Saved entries
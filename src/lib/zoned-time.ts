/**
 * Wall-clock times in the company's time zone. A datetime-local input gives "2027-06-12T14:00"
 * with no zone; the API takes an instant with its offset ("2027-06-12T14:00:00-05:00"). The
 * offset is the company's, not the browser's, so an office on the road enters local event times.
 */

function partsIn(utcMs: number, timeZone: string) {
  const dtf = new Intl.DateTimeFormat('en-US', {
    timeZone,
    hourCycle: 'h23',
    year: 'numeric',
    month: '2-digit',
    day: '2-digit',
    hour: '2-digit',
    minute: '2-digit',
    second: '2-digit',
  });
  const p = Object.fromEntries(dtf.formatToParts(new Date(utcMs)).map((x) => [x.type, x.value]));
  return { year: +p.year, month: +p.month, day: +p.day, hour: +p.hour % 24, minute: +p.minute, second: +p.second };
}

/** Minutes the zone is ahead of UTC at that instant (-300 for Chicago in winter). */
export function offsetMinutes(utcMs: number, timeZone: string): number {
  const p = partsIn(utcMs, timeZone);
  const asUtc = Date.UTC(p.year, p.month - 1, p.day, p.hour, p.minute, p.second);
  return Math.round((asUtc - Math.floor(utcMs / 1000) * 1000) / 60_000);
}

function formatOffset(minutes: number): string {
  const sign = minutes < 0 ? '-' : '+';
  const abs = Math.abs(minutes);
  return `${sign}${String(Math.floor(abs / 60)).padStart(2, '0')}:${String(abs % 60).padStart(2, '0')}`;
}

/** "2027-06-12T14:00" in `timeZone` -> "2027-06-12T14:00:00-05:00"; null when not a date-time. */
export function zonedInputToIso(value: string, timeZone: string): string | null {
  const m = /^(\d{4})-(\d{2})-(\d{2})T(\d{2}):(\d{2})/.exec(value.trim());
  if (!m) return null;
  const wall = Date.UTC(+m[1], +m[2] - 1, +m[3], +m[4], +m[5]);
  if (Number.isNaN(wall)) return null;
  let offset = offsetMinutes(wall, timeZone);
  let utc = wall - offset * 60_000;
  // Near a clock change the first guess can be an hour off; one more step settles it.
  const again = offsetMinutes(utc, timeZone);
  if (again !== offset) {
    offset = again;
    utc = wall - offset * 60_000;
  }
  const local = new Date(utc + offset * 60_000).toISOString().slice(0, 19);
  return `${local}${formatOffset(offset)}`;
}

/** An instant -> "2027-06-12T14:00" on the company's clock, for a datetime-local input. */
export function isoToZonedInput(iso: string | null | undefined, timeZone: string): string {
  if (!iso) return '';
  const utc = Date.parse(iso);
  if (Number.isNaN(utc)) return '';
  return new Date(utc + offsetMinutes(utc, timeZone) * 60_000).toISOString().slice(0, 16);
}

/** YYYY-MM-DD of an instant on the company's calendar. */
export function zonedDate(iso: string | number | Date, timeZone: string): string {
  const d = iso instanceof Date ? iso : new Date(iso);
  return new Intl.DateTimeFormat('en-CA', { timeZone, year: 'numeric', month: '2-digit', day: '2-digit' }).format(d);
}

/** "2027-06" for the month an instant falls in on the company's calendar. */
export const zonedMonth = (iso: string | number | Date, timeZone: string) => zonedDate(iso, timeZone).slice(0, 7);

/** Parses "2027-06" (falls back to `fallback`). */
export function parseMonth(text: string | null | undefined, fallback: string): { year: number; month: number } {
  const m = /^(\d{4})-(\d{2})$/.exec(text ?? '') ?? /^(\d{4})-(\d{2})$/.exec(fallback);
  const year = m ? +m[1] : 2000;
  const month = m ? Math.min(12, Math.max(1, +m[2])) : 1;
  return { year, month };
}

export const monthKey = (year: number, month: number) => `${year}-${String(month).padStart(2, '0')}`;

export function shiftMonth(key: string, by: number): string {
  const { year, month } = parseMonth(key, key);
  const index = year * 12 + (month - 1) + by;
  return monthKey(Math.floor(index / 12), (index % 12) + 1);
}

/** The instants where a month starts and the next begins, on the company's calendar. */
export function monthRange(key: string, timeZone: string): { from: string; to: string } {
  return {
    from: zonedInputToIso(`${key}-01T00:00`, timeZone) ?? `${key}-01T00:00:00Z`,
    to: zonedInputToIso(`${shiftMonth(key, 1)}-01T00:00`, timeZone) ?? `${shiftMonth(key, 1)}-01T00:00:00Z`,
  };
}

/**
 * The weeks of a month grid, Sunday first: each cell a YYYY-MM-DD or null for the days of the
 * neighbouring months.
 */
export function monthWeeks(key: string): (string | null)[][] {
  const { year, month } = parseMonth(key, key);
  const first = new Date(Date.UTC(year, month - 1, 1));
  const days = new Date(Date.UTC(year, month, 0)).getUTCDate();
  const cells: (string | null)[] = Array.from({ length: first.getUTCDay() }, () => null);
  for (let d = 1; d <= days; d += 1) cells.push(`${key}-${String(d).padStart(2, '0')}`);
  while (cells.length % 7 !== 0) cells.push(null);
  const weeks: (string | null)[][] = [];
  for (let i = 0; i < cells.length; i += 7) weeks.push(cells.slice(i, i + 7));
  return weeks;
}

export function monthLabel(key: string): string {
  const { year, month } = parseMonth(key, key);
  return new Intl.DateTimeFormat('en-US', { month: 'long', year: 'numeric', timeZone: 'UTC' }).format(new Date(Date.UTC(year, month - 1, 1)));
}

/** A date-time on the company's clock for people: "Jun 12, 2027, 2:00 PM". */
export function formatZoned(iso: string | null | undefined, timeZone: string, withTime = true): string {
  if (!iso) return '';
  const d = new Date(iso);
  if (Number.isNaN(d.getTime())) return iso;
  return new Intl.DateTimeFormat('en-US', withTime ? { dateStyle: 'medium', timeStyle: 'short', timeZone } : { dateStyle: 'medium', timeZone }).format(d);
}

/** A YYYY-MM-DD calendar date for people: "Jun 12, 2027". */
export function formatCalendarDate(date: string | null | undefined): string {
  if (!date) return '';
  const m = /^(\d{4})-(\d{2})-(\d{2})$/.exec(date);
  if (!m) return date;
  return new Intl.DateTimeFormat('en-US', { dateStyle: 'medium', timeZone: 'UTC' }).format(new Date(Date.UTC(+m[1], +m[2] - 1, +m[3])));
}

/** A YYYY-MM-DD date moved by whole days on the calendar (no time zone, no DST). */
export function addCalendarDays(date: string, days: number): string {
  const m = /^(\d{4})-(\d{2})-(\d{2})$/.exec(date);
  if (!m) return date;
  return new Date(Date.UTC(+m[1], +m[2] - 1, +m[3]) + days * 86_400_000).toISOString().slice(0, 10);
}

WORK INSTRUCTION. Your answer should be each line from the entries that includes the string "days".

WRITTEN ANSWER.
 * The weeks of a month grid, Sunday first: each cell a YYYY-MM-DD or null for the days of the
  const days = new Date(Date.UTC(year, month, 0)).getUTCDate();
  for (let d = 1; d <= days; d += 1) cells.push(`${key}-${String(d).padStart(2, '0')}`);
/** A YYYY-MM-DD date moved by whole days on the calendar (no time zone, no DST). */
export function addCalendarDays(date: string, days: number): string {
  return new Date(Date.UTC(+m[1], +m[2] - 1, +m[3]) + days * 86_400_000).toISOString().slice(0, 10);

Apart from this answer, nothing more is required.